Dismiss Notice
Join Physics Forums Today!
The friendliest, high quality science and math community on the planet! Everyone who loves science is here!

Why isn't everything expanding in an expanding universe?

  1. May 11, 2015 #1
    Viewpoint 1:
    Because gravity or other forces that are holding the thing concerned (be it a galaxy, a ruler or an atom) together are way stronger than the "force" caused by the expansion of space. So strictly speaking, space does in fact expand everywhere, including the space inside an atom between its nucleus and its electrons. But gravity or other forces keep the size of the object constant.

    Viewpoint 2:
    The space within the thing concerned (such as the space inside an atom) is of a different nature from the space between two galaxies (the space that "occupies" the vast region of space). Let's call the former type-1 space and the latter type-2 space. Only type-2 space expands for some reason; eg., type-2 space is filled with (or littered with) dark energy, which drives the expansion, but type-1 space is void of dark energy.
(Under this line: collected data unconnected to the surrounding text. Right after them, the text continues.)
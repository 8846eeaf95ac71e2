import { useNavigate, useParams } from "react-router";
import { can } from "@shared/permissions.ts";
import { useMe } from "@/features/session/api/session.ts";
import { useStudio } from "@/features/settings/api/settings.ts";
import { useClients } from "@/features/clients/api/clients.ts";
import { useObject, useUpdateObject } from "@/features/objects/api/objects.ts";
import { ObjectForm, toFormValues } from "@/features/objects/components/object-form.tsx";
import { ErrorNotice, Notice, SkeletonRows } from "@/components/ui/feedback.tsx";

export function Component() {
  const { id = "" } = useParams();
  const { data: user } = useMe();
  const { settings, unit } = useStudio();
  const object = useObject(id);
  const clients = useClients();
  const update = useUpdateObject(id);
  const navigate = useNavigate();

  if (object.isError) return <ErrorNotice title="Object not found" error={object.error} />;
  if (!settings || object.isPending || clients.isPending) return <SkeletonRows />;
  const o = object.data;
  if (!can(user, "object:update", { clientId: o.clientId }))
    return (
      <Notice tone="warn" title="Read only">
        Your role cannot edit this record.
      </Notice>
    );

  return (
    <div className="max-w-4xl space-y-5">
      <header>
        <p className="text-sm font-semibold text-graphite num">{o.objectNumber}</p>
        <h1 className="text-2xl font-bold tracking-tight">Edit catalogue record</h1>
      </header>
      <ObjectForm
        key={o.version}
        initial={o}
        defaultValues={toFormValues(o, unit, { currency: settings.currency })}
        studioUnit={unit}
        clients={clients.data ?? []}
        canEditOwner={can(user, "object:reassign")}
        statusLocked
        showValuation={o.valuationVisible && can(user, "valuation:update", { clientId: o.clientId })}
        submitLabel="Save changes"
        onSubmit={async (values) => {
          await update.mutateAsync({ ...values, version: o.version });
          navigate(`/objects/${o.id}`);
        }}
        onCancel={() => navigate(`/objects/${o.id}`)}
      />
    </div>
  );
}
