import { Link, useLocation, useNavigate, useParams } from "react-router";
import type { MountPlanInput } from "@shared/schemas/mount-plan.ts";
import { useMe } from "@/features/session/api/session.ts";
import { useStudio } from "@/features/settings/api/settings.ts";
import { useObject } from "@/features/objects/api/objects.ts";
import { useObjectPlan } from "@/features/planner/api/plans.ts";
import { useCorrectMounting, useCreateMounting, useMounting, useObjectMountings, useUpdateMountingDraft } from "@/features/mountings/api/mountings.ts";
import { MountingForm } from "@/features/mountings/components/mounting-form.tsx";
import { editGate, ObjectLine } from "@/components/revisioned.tsx";
import { formModeOf, saveByMode } from "@/lib/revisioned.ts";
import { ButtonLink } from "@/components/ui/button.tsx";
import { Notice, SkeletonRows } from "@/components/ui/feedback.tsx";
import { studioToday } from "@/lib/today.ts";

/** New mounting (/objects/:id/mountings/new), a draft (/mountings/:id/edit) or a correction (/mountings/:id/correct). */
export function Component() {
  const params = useParams();
  const location = useLocation();
  const mode = formModeOf(location.pathname);
  const mountingId = mode === "new" ? "" : (params.id ?? "");
  const existing = useMounting(mountingId);
  const objectId = mode === "new" ? (params.id ?? "") : (existing.data?.objectId ?? "");
  const object = useObject(objectId);
  const draftPlan = useObjectPlan(objectId);
  const mountings = useObjectMountings(objectId);
  const { data: user } = useMe();
  const { settings } = useStudio();
  const navigate = useNavigate();
  const create = useCreateMounting(objectId);
  const update = useUpdateMountingDraft(mountingId);
  const correct = useCorrectMounting(mountingId);

  if (!settings || object.isPending || (mode !== "new" && existing.isPending) || draftPlan.isPending || mountings.isPending) return <SkeletonRows />;
  const gate = editGate(object, user, "mounting:write", "Only studio staff record mountings.");
  if (!gate.ok) return gate.refusal;
  const o = gate.o;

  // The plan comes from the planner's saved draft (or the record being edited): it is never retyped here.
  const current = mountings.data?.find((m) => m.status === "completed");
  const planInput: MountPlanInput | undefined = mode === "new" ? (draftPlan.data?.input ?? current?.current.data.plan) : existing.data?.current.data.plan;
  if (!planInput) {
    return (
      <div className="max-w-xl space-y-4">
        <h1 className="text-2xl font-bold tracking-tight">Record a mounting</h1>
        <Notice tone="info" title="Plan the mount first">
          The mounting record uses the object's mount plan. Plan the window, borders and glazing, save the draft, then come back here.
        </Notice>
        <ButtonLink to={`/objects/${o.id}/plan`}>Open the planner</ButtonLink>
      </div>
    );
  }
  const initial =
    mode === "new"
      ? current
        ? { reason: "reframing", mountedOn: studioToday(), data: current.current.data }
        : undefined
      : { reason: existing.data!.reason, mountedOn: existing.data!.mountedOn, data: existing.data!.current.data };

  return (
    <div className="space-y-5">
      <header>
        <ObjectLine objectId={o.id} objectNumber={o.objectNumber} title={o.title} />
        <h1 className="text-2xl font-bold tracking-tight">
          {mode === "correct" ? "Correct the mounting record" : mode === "draft" ? "Mounting record (draft)" : current ? "Record a reframing" : "Record a mounting"}
        </h1>
        {mode === "new" && (
          <p className="text-sm text-graphite">
            The plan is the one saved {draftPlan.data ? "in the planner" : "with the current mounting"};{" "}
            <Link className="text-accent underline" to={`/objects/${o.id}/plan`}>
              change it in the planner
            </Link>
            .{current ? " The boards and attachment start from the current mounting." : ""}
          </p>
        )}
      </header>
      <Notice tone="warn" title="At the bench">
        Glass and blades cut: gloves and eye protection, and used blades into a sharps container. Lift heavy frames with two people, never by the top rail.
      </Notice>
      <MountingForm
        mode={mode}
        planInput={planInput}
        settings={settings}
        catalogue={o}
        initial={initial}
        onCancel={() => navigate(-1)}
        onSubmit={async (v) => {
          const m = await saveByMode(mode, { create, update, correct }, { reason: v.reason, mountedOn: v.mountedOn, data: v.data }, existing.data, v.correctionReason);
          navigate(`/mountings/${m.id}`);
        }}
      />
    </div>
  );
}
    I think the correct or the widely accepted viewpoint is the first one. But I don't understand how exactly the size of an object is being kept constant.
     
    Last edited: May 11, 2015
  2. jcsd
  3. May 11, 2015 #2

    phinds

    User Avatar
    Gold Member
    2016 Award

    Viewpoint 2 sounds like nonsense to me. Where did you hear this? Do you have reputable citations?
     
  4. May 11, 2015 #3

    Chalnoth

    User Avatar
    Science Advisor

    Everything isn't expanding because the universe doesn't have perfectly uniform density. When you work through the equations of what gravity predicts in the face of differences in density from place to place, you get an average, large-scale expansion, but small-scale bound systems that are reasonably stable over time (e.g. galaxy clusters and smaller).
     
  5. May 11, 2015 #4

    PeterDonis

    User Avatar
    2016 Award

    Staff: Mentor

    There is no such thing; the expansion of the universe does not give rise to any force.
     
  6. May 11, 2015 #5
    Yes, that's why it was in quotation marks. iirc, Prof Susskind mentioned in one of his lectures that the expansion can be modelled using a small force.
     
  7. May 11, 2015 #6

    PeterDonis

    User Avatar
    2016 Award

    Staff: Mentor

    Do you have a reference? I suspect the use of the word "force" in this connection was ill-advised, since it leads to the erroneous inference you have made. Expansion does not "try" to push bound objects apart, which is what the word "force" implies.
     
  8. May 11, 2015 #7

    wabbit

    User Avatar
    Gold Member

    I suspect he may have been discussing accelerated expansion in the presence of a cosmological constant, where something like that is possible (within limits) but I don't think it makes sense at all for unaccelerated expansion.
     
  9. May 11, 2015 #8

    Chronos

    User Avatar
    Science Advisor
    Gold Member

    We can safely conclude the historical earth sun recession rate is much smaller than that predicted by the expansion rate of the universe based on a variety of unrelated lines of evidence as discussed in this paper;http://arxiv.org/abs/1306.3166, A Closer Earth and the Faint Young Sun Paradox: Modification of the Laws of Gravitation, or Sun/Earth Mass Losses? Given the existing expansion rate measured at 1% per 140,000,000 years the earth would have been about 27% closer to the sun at the beginning of the Archean era 3.8 billion years ago. This is inconsistent with a vast body of climate and paleontology evidence.
     
  10. May 11, 2015 #9
    As far as I know, the universe at the smallest level does expand. A possible fate of the universe is called the big rip, where the expansion of space becomes so fast that atoms aren't able to keep themselves together.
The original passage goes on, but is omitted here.